Wakil Ketua Bidang Sosial dan Kerohanian Forwatu Banten, Gatot Supriono, menjelaskan bahwa kediaman Bu Uminah telah menjadi salah satu target utama pembangunan sosial berbasis kepedulian komunitas.
> “Kami telah melakukan pemetaan kebutuhan, dan rumah Bu Uminah termasuk yang paling mendesak. Setelah berbagai upaya, akhirnya usulan kami diterima oleh BAZNAS Provinsi Banten. Kami bersyukur atas kepercayaan dan komitmen dari pihak BAZNAS,” jelasnya.
Sementara itu, Zaelani, Koordinator Pembangunan “Istana untuk Ramadhan”, menyampaikan bahwa proyek pembangunan kini berada sepenuhnya dalam tanggung jawab BAZNAS Provinsi Banten dan akan diselesaikan secara menyeluruh.

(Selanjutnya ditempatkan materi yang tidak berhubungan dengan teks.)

// The noise at the converter's input: every contributor of the stage
// through the chain, the chain's own noise, and what folds into the first
// Nyquist zone from above it. With H(f) the filter's response
// (chain/filter_response.h) and S_k(f) contributor k's density at the
// stage's output,
//   S_adc,k(f)  = S_k(f) |G2(f)|^2 |H(f)|^2  (the stage's contributors)
//   S_2nd,j(f)  = S_2,j(f) |H(f)|^2          (the second stage's own)
//   S_filter(f) = e_filter^2 |H(f)|^2        (its own noise at its input)
// with G2 and S_2 the second stage's gain and own output noise: a gain
// block's closed form (chain/second_stage.h, one component j), or a
// stage file's network, contributor by contributor
// (SecondStageSpectra, from chain/second_stage_network.h); G2 = 1 and
// S_2 = 0 without a second stage
// and the analog power at the converter is their integral from the band's
// low edge f_L (where the stage's count starts; 1/f noise needs it) to
// f_N = sample_rate / 2, plus, folded back into the first zone, from f_N
// on. The converter adds its own noise and q / sqrt(12), whose power P_c
// spread over the first zone is the density P_c / f_N.
//
// Where the fold stops: the count goes up in steps of half a decade and
// stops at the end of the second step in a row at which the tail beyond,
// estimated from the density's local log-log slope m (tail = S(f) f /
// (m - 1) for m > 1, unbounded otherwise), is below tail_fraction of the
// whole noise power at the converter; that frequency is counted_to_hz.
// With no filter, or one too gentle, the count stops at search_decades
// above f_N and says so (fold_limited).
#ifndef HUSHGAIN_CHAIN_CHAIN_NOISE_H_
#define HUSHGAIN_CHAIN_CHAIN_NOISE_H_

#include <functional>
#include <optional>
#include <string>
#include <vector>

#include "base/status.h"
#include "budget/chain_block.h"
#include "chain/filter_response.h"
#include "circuit/signal_chain.h"
#include "integrate/band_integral.h"

namespace hushgain {

// The stage's output noise, contributor by contributor.
struct FrontEndSpectra {
  std::vector<std::string> names;
  // Fills psd[0 .. names.size() - 1] with S_k(f_hz), V^2/Hz at the stage's
  // output; f_hz > 0.
  std::function<Status(double f_hz, double* psd)> densities;
};

// A second stage given as a stage file: its network's signal gain and its
// own contributors.
struct SecondStageSpectra {
  std::vector<std::string> names;  // its contributors
  // Writes |G2(f)|^2 (its input to its output) into *power_gain and
  // S_2,j(f) into psd[0 .. names.size() - 1], V^2/Hz at its output;
  // f_hz > 0.
  std::function<Status(double f_hz, double* power_gain, double* psd)> densities;
  // Its passband gain |G2| (the swing it hands on to the converter).
  double passband_gain = 1;
};

// The chain's analog densities at the converter's input, S_adc,k for each
// stage contributor, then S_2nd,j (one for a gain block or none), then
// S_filter (the formulas above), at one frequency.
class ChainDensities {
 public:
  // `front_end` (and `network`, when given) must outlive this object;
  // `chain` is copied. `network` is required when the chain's second stage
  // is a stage file (SecondStage::is_network), and ignored otherwise.
  ChainDensities(const FrontEndSpectra& front_end, const SignalChain& chain,
                 double temperature_k,
                 const SecondStageSpectra* network = nullptr);

  int components() const { return n_ + m_ + 1; }
  int second_stage_components() const { return m_; }

  // Fills out[0 .. components() - 1], V^2/Hz; f_hz > 0.
  Status operator()(double f_hz, double* out) const;

  // Their sum at f.
  Status Total(double f_hz, double* total) const;

  const FilterResponse& filter() const { return filter_; }

 private:
  const FrontEndSpectra& front_end_;
  std::optional<SecondStage> second_;
  const SecondStageSpectra* network_;  // null: no network
  FilterResponse filter_;
  double temperature_k_;
  int n_;  // the stage's contributors
  int m_;  // the second stage's own components
};

struct ChainNoiseOptions {
  double band_low_hz = 0;         // f_L, > 0 and below the Nyquist frequency
  double temperature_k = 298.15;  // of the second stage's source resistance
  // The band integrals' options (relative tolerance 1e-4 by default).
  IntegrationOptions integration;
  // The fold stops where what lies beyond is below this fraction of the
  // noise power at the converter: below the integrals' own tolerance.
  double tail_fraction = 1e-5;
  // ... or this many decades above the Nyquist frequency.
  double search_decades = 6;

  // Empty when valid; otherwise "field: expected ..., got ...".
  std::string Validate() const;
};

struct ChainNoiseOutcome {
  Status status;  // a failing density, or a non-finite integral
  ChainBlock block;
};

// The second stage's row in the chain's blocks: "second stage", or for a
// stage file "second stage " and its path as the stage file writes it.
std::string SecondStageBlockName(const SecondStage& second);

// `chain` must be valid (io checks the stage file) and `options` too
// (asserted); `network` as for ChainDensities. Never prints.
ChainNoiseOutcome ComputeChainNoise(
    const FrontEndSpectra& front_end, const SignalChain& chain,
    const ChainNoiseOptions& options,
    const SecondStageSpectra* network = nullptr);

}  // namespace hushgain

#endif  // HUSHGAIN_CHAIN_CHAIN_NOISE_H_
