#include "circuit/noise_table.h"

#include <doctest/doctest.h>

#include <cmath>
#include <vector>

#include "integrate/band_integral.h"
#include "test_support.h"

namespace hushgain {
namespace {

using test::RelErr;

// The closed form of a power law, derived here for the test (not the
// library's expm1 form): for d(f) = d0 (f / f0)^s, d^2 = d0^2 (f / f0)^p with
// p = 2 s, an antiderivative is d0^2 f0 (f / f0)^(p + 1) / (p + 1), or
// d0^2 f0 ln f when p = -1.
double PowerLawIntegral(double d0, double f0, double s, double a, double b) {
  const double p = 2 * s;
  if (std::fabs(p + 1) < 1e-15) return d0 * d0 * f0 * std::log(b / a);
  return d0 * d0 * f0 / (p + 1) *
         (std::pow(b / f0, p + 1) - std::pow(a / f0, p + 1));
}

NoiseTable Table(std::vector<double> f, std::vector<double> d,
                 TableEnds ends = TableEnds::kSlope) {
  NoiseTable t;
  t.f_hz = std::move(f);
  t.density = std::move(d);
  t.ends = ends;
  REQUIRE(t.Validate().empty());
  return t;
}

double Slope(double f1, double d1, double f2, double d2) {
  return std::log(d2 / d1) / std::log(f2 / f1);
}

TEST_CASE("a table interpolates linearly in log-log and meets its points") {
  const NoiseTable t = Table({10, 1000}, {100e-9, 10e-9});
  CHECK(RelErr(t.DensityAt(10), 100e-9) < test::kRelTight);
  CHECK(RelErr(t.DensityAt(1000), 10e-9) < test::kRelTight);
  // Half way in log f is half way in log d: sqrt(100 x 10) nV.
  CHECK(RelErr(t.DensityAt(100), std::sqrt(100e-9 * 10e-9)) < test::kRelTight);
  // Beyond the ends: slope -1/2 continues, or the end value stays.
  CHECK(RelErr(t.DensityAt(1e5), 1e-9) < test::kRelTight);
  CHECK(RelErr(t.DensityAt(0.1), 1e-6) < test::kRelTight);
  const NoiseTable flat = Table({10, 1000}, {100e-9, 10e-9}, TableEnds::kFlat);
  CHECK(RelErr(flat.DensityAt(1e5), 10e-9) < test::kRelTight);
  CHECK(RelErr(flat.DensityAt(0.1), 100e-9) < test::kRelTight);
}

TEST_CASE("a two-segment power law integrates to its closed form") {
  // 1 Hz..100 Hz falls as f^-1 (d^2 as f^-2, steeper than 1/f), then rises
  // as f^+1/2 to 10 kHz: the closed form is the sum of the two pieces.
  const NoiseTable t = Table({1, 100, 1e4}, {1e-6, 10e-9, 100e-9});
  const double expected = PowerLawIntegral(1e-6, 1, -1, 1, 100) +
                          PowerLawIntegral(10e-9, 100, 0.5, 100, 1e4);
  CHECK(RelErr(t.PsdIntegral(1, 1e4), expected) < 1e-12);
  // The band inside the table and beyond both ends (slopes continue).
  const double inside = PowerLawIntegral(1e-6, 1, -1, 3, 100) +
                        PowerLawIntegral(10e-9, 100, 0.5, 100, 5e3);
  CHECK(RelErr(t.PsdIntegral(3, 5e3), inside) < 1e-12);
  const double wide = PowerLawIntegral(1e-6, 1, -1, 0.1, 100) +
                      PowerLawIntegral(10e-9, 100, 0.5, 100, 1e5);
  CHECK(RelErr(t.PsdIntegral(0.1, 1e5), wide) < 1e-12);
  // A 1/f segment (p = -1) takes the logarithm.
  const NoiseTable pink = Table({1, 100}, {10e-9, 1e-9});
  CHECK(RelErr(pink.PsdIntegral(2, 50), 1e-16 * 1 * std::log(50.0 / 2)) <
        1e-12);
}

TEST_CASE(
    "the band integrator is exact on a table with a steep segment and a "
    "bump") {
  // A curve as read off a datasheet: a rise steeper than 1/f at low
  // frequency, a bump (a peak between 100 Hz and 1 kHz), a white floor.
  const std::vector<double> f = {1, 10, 100, 300, 1000, 1e4, 1e5};
  const std::vector<double> d = {2e-6, 60e-9, 12e-9, 30e-9, 9e-9, 8e-9, 8e-9};
  const NoiseTable t = Table(f, d);
  const double lo = 0.5, hi = 2e5;
  // The closed form, piece by piece (slopes from the points, the end slopes
  // continued below 1 Hz and above 100 kHz).
  double expected =
      PowerLawIntegral(d[0], f[0], Slope(f[0], d[0], f[1], d[1]), lo, f[0]);
  for (std::size_t i = 0; i + 1 < f.size(); ++i)
    expected += PowerLawIntegral(
        d[i], f[i], Slope(f[i], d[i], f[i + 1], d[i + 1]), f[i], f[i + 1]);
  expected +=
      PowerLawIntegral(d[6], f[6], Slope(f[5], d[5], f[6], d[6]), f[6], hi);
  CHECK(RelErr(t.PsdIntegral(lo, hi), expected) < 1e-12);

  IntegrationOptions options;
  options.relative_tolerance = 1e-8;
  options.breakpoints_hz = t.Breakpoints(lo, hi);
  CHECK(options.breakpoints_hz.size() == f.size());
  IntegrationResult r = IntegrateBand(
      lo, hi, 1,
      [&t](double freq, double* out) {
        out[0] = t.PsdAt(freq);
        return Status::Ok();
      },
      options);
  REQUIRE(r.converged);
  CHECK(RelErr(r.integrals[0], expected) < 1e-6);
  // Every kink is a cut of the partition.
  for (double point : f) {
    bool cut = false;
    for (const LogInterval& iv : r.partition)
      cut = cut || std::fabs(iv.a - std::log(point)) < 1e-12;
    CHECK_MESSAGE(cut, "no cut at " << point << " Hz");
  }
}

TEST_CASE("a table's validation names the bad point") {
  NoiseTable t;
  t.f_hz = {10};
  t.density = {1e-9};
  CHECK(t.Validate() == "a table needs at least two points, got one");
  t.f_hz = {10, 10};
  t.density = {1e-9, 1e-9};
  CHECK(t.Validate() ==
        "point 1: frequencies must increase strictly from point to point");
  t.f_hz = {10, 20};
  t.density = {1e-9, 0};
  CHECK(t.Validate() == "point 1: the density must be positive");
  t.density = {1e-9, 2e-9};
  CHECK(t.Validate().empty());
}

TEST_CASE("scaling a table scales its power integral by the square") {
  NoiseTable t = Table({10, 100, 1000}, {5e-15, 2e-15, 4e-15});
  const double before = t.PsdIntegral(1, 1e4);
  t.Scale(std::sqrt(2.0));
  CHECK(RelErr(t.PsdIntegral(1, 1e4), 2 * before) < test::kRelTight);
}

}  // namespace
}  // namespace hushgain
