// The converter's figures for the total noise at its input (the formulas
// are stated with AdcFigures in budget/chain_block.h): LSB, quantization,
// its own noise, noise in LSB, SNR, ENOB, noise-free bits and effective
// resolution. A small pure function, so the ideal converter's
// 20 log10(2^N sqrt(1.5)) can be checked on it alone.
#ifndef HUSHGAIN_CHAIN_CONVERTER_FIGURES_H_
#define HUSHGAIN_CHAIN_CONVERTER_FIGURES_H_

#include "budget/chain_block.h"
#include "circuit/signal_chain.h"

namespace hushgain {

// `analog_rms_v`: the noise reaching the converter's input from everything
// before it; the converter's own noise and q / sqrt(12) are added in power.
AdcFigures ConverterFigures(const ChainAdc& adc, double analog_rms_v);

// (SINAD - 10 log10 1.5) / (20 log10 2): bits for a SINAD in dB.
double EffectiveBits(double sinad_db);

}  // namespace hushgain

#endif  // HUSHGAIN_CHAIN_CONVERTER_FIGURES_H_
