// The signal chain of a stage (Stage::chain) as the budget reports it: the
// stage's own contributors, from the same evaluator the budget uses
// (budget/stage_evaluator.h), through the chain to the converter
// (chain/chain_noise.h), and the warnings a chain that cannot work draws:
//   - the band reaches above the converter's Nyquist frequency;
//   - the second stage's pole or the filter is more than 3 dB down
//     inside the band;
//   - the stage's full-scale swing overdrives the converter;
//   - the fold reached its search limit with the tail still there.
#ifndef HUSHGAIN_CHAIN_CHAIN_BUDGET_H_
#define HUSHGAIN_CHAIN_CHAIN_BUDGET_H_

#include <string>
#include <vector>

#include "base/status.h"
#include "budget/chain_block.h"
#include "budget/compute_budget.h"
#include "circuit/stage.h"

namespace hushgain {

struct ChainOutcome {
  Status status;  // numerical trouble, as the budget's
  ChainBlock block;
  std::vector<std::string> warnings;
};

// `stage` as the budget computed it (BudgetOutcome::stage_used: at its
// temperature, the feedback capacitor fixed) and with a chain. Never
// prints.
ChainOutcome ComputeChain(const Stage& stage, const BudgetOptions& options);

// The chain on a frequency grid, for the plots: the analog noise density
// at the converter's input (the sum of chain/chain_noise.h's densities)
// and the filter's |H(f)| (its gain included; 1 without a filter).
struct ChainSamples {
  std::vector<double> f_hz;
  std::vector<double> analog_psd;  // V^2/Hz
  std::vector<double> filter_abs;  // V/V
};

struct ChainSamplesOutcome {
  Status status;  // a frequency that could not be solved, named
  ChainSamples samples;
};

// `stage` as the budget computed it, with a chain; every f > 0.
ChainSamplesOutcome SampleChain(const Stage& stage,
                                const std::vector<double>& f_hz);

}  // namespace hushgain

#endif  // HUSHGAIN_CHAIN_CHAIN_BUDGET_H_
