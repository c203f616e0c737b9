// A chain's second stage given as a stage file (SecondStage::network): its
// own network, expanded and solved by the engine like any stage.
//
// The front stage's output drives the second stage's input resistor as an
// ideal voltage source (0 ohm: a closed-loop op-amp output is far below any
// input resistor; the file has no "source"), so its signal transfer G2(f)
// is the file's own signal gain V_out2 / V_in2, and its own contributors
// are every noise source of its network as its budget finds them (R_in's
// and R_f's 4kTR, the op-amp's e_n and i_n, excess noise), each at its
// output: S_2,j(f) = |H_j(f)|^2 S_j(f) (noise/spectrum_evaluator.h). The
// chain multiplies the front stage's contributors by |G2(f)|^2 and adds
// the S_2,j before the filter (chain/chain_noise.h).
//
// It is evaluated as part of the front stage's circuit: at the front
// stage's temperature, over its band and reference frequency (the file's
// own band_Hz, reference_frequency_Hz, temperature_C and
// full_scale_output_V are not used), with
// an "auto" feedback capacitor chosen by its own budget
// (budget/compute_budget.h), whose warnings are handed on, each starting
// "second stage <file>: ".
#ifndef HUSHGAIN_CHAIN_SECOND_STAGE_NETWORK_H_
#define HUSHGAIN_CHAIN_SECOND_STAGE_NETWORK_H_

#include <memory>
#include <string>
#include <vector>

#include "base/status.h"
#include "budget/chain_block.h"
#include "budget/compute_budget.h"
#include "chain/chain_noise.h"
#include "circuit/netlist.h"
#include "circuit/stage.h"
#include "noise/spectrum_evaluator.h"

namespace hushgain {

class SecondStageNetwork {
 public:
  SecondStageNetwork() = default;
  // spectra() refers to the evaluator this object holds.
  SecondStageNetwork(const SecondStageNetwork&) = delete;
  SecondStageNetwork& operator=(const SecondStageNetwork&) = delete;

  // `front` as the budget computed it (at its temperature); `second` a
  // stage file's second stage (second.is_network()). Fails as its budget
  // or its network's solve fails, the message starting with the file.
  Status Prepare(const Stage& front, const SecondStage& second,
                 const BudgetOptions& options);

  const SecondStageSpectra& spectra() const { return spectra_; }
  const SecondStageFigures& figures() const { return figures_; }
  // Its budget's warnings, each starting "second stage <file>: ".
  const std::vector<std::string>& warnings() const { return warnings_; }

 private:
  Netlist netlist_;
  std::unique_ptr<SpectrumEvaluator> evaluator_;
  SecondStageSpectra spectra_;
  SecondStageFigures figures_;
  std::vector<std::string> warnings_;
};

// The second stage's Stage as the chain evaluates it: `network` with the
// front stage's temperature, band and reference, no temperature range and
// no full-scale output of its own.
Stage SecondStageInChain(const Stage& front, const Stage& network);

}  // namespace hushgain

#endif  // HUSHGAIN_CHAIN_SECOND_STAGE_NETWORK_H_
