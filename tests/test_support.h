// Shared helpers for the test suite: named tolerances, one relative-error
// helper, an ideal op-amp, stages built in code.
#ifndef HUSHGAIN_TESTS_TEST_SUPPORT_H_
#define HUSHGAIN_TESTS_TEST_SUPPORT_H_

#include <doctest/doctest.h>

#include <cmath>
#include <stdexcept>
#include <string>
#include <vector>

#include "base/physical_constants.h"
#include "budget/budget.h"
#include "budget/compute_budget.h"
#include "circuit/stage.h"
#include "review/review.h"

namespace hushgain::test {

inline constexpr double kRelTight = 1e-9;     // algebra, rounding only
inline constexpr double kRelIdeal = 1e-6;     // "ideal" op-amp (A0 = 1e12)
inline constexpr double kRelIntegral = 1e-4;  // integration target
inline constexpr double kRelTable = 5e-7;     // 7-digit published tables

inline double RelErr(double actual, double expected) {
  if (expected == 0) return std::fabs(actual);
  return std::fabs(actual - expected) / std::fabs(expected);
}

// An op-amp close enough to ideal that its finite gain is below kRelIdeal
// at low frequency for noise gains up to ~1e4: A0 = 1e12, GBW = 1e15 Hz.
inline OpAmpModel IdealOpAmp(double e_w = 0, double i_w = 0) {
  OpAmpModel m;
  m.class_name = "ideal";
  m.e_w_v_per_rthz = e_w;
  m.i_w_a_per_rthz = i_w;
  m.open_loop_gain = 1e12;
  m.gbw_hz = 1e15;
  return m;
}

inline double FourKT(double temperature_k) {
  return 4.0 * kBoltzmannJPerK * temperature_k;
}

inline Stage InvertingStage(double rin, double rf, const OpAmpModel& opamp,
                            double temperature_k = 300.0) {
  Stage s;
  s.name = "test stage";
  s.temperature_k = temperature_k;
  s.band_low_hz = 0.1;
  s.band_high_hz = 10.0;
  s.reference_hz = 1.0;
  s.opamp = opamp;
  s.input_resistor_ohm = rin;
  s.feedback.kind = Feedback::Kind::kResistor;
  s.feedback.resistor_ohm = rf;
  return s;
}

inline Stage TeeStage(double rin, double r1, double r2, double r3,
                      const OpAmpModel& opamp, double temperature_k = 300.0) {
  Stage s = InvertingStage(rin, 1.0, opamp, temperature_k);
  s.feedback.kind = Feedback::Kind::kTee;
  s.feedback.tee = {r1, r2, r3};
  return s;
}

// The reviewed budget of `stage` (every review block on, as `budget`
// prints it) at a relative integration tolerance; a failed status fails the
// test with its message.
inline Budget ComputeOrFail(const Stage& stage, double tolerance) {
  ReviewOptions options;
  options.budget.integration.relative_tolerance = tolerance;
  BudgetOutcome outcome = ReviewStage(stage, options);
  REQUIRE_MESSAGE(outcome.status.ok, outcome.status.message);
  return outcome.budget;
}

inline const Contributor& FindContributor(const Budget& b,
                                          const std::string& name) {
  for (const Contributor& c : b.contributors)
    if (c.name == name) return c;
  throw std::runtime_error("no contributor " + name);
}

// An RFC 4180 reader: records end in CRLF (rule 1), fields may be quoted
// (rule 5), a quoted field may hold commas, CR and LF (rule 6) and a
// doubled quote stands for one (rule 7). Fails the test on a bad record.
inline std::vector<std::vector<std::string>> ReadCsv(const std::string& text) {
  std::vector<std::vector<std::string>> records;
  std::vector<std::string> record;
  std::string field;
  std::size_t i = 0;
  while (i < text.size()) {
    if (text[i] == '"' && field.empty()) {
      ++i;
      for (;;) {
        REQUIRE(i < text.size());
        if (text[i] == '"') {
          if (i + 1 < text.size() && text[i + 1] == '"') {
            field += '"';
            i += 2;
            continue;
          }
          ++i;
          break;
        }
        field += text[i++];
      }
      REQUIRE((i == text.size() || text[i] == ',' || text[i] == '\r'));
      continue;
    }
    if (text[i] == ',') {
      record.push_back(field);
      field.clear();
      ++i;
      continue;
    }
    if (text[i] == '\r') {
      REQUIRE(i + 1 < text.size());
      REQUIRE(text[i + 1] == '\n');
      record.push_back(field);
      field.clear();
      records.push_back(record);
      record.clear();
      i += 2;
      continue;
    }
    REQUIRE(text[i] != '\n');  // a bare LF outside quotes is not a record end
    field += text[i++];
  }
  REQUIRE(field.empty());
  REQUIRE(record.empty());  // the last record ends in CRLF too
  return records;
}

}  // namespace hushgain::test

#endif  // HUSHGAIN_TESTS_TEST_SUPPORT_H_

> “Kami melaksanakan aksi simbolik sujud syukur hari ini sebagai bentuk rasa hormat dan terima kasih. Proses pembangunan sudah berjalan beberapa persen dan akan terus dilanjutkan hingga selesai,” ujar Zaelani.
Puncak momen haru terjadi saat Ibu Uminah menyampaikan ungkapan syukurnya. Dalam tangis yang tak mampu ia bendung, Ibu Uminah menggenggam tangan relawan dan dengan suara bergetar mengucap:
> “Haturnuhun Pak Arwan… Haturnuhun BAZNAS… Akhirna Ramadhan gaduh rompok anu sae…”
(Terima kasih Pak Arwan… Terima kasih BAZNAS… Akhirnya Ramadhan memiliki rumah yang layak…)
Ucapan itu bukan sekadar bentuk terima kasih, tetapi refleksi dari rasa lega dan kebahagiaan mendalam seorang ibu yang selama ini hanya bisa berharap dalam diam.
Kisah ini menjadi catatan penting bahwa ketika media sosial kontrol, lembaga zakat sebagai instrumen negara, dan komunitas masyarakat sipil bersinergi, maka transformasi sosial bukanlah utopia—melainkan sebuah kenyataan.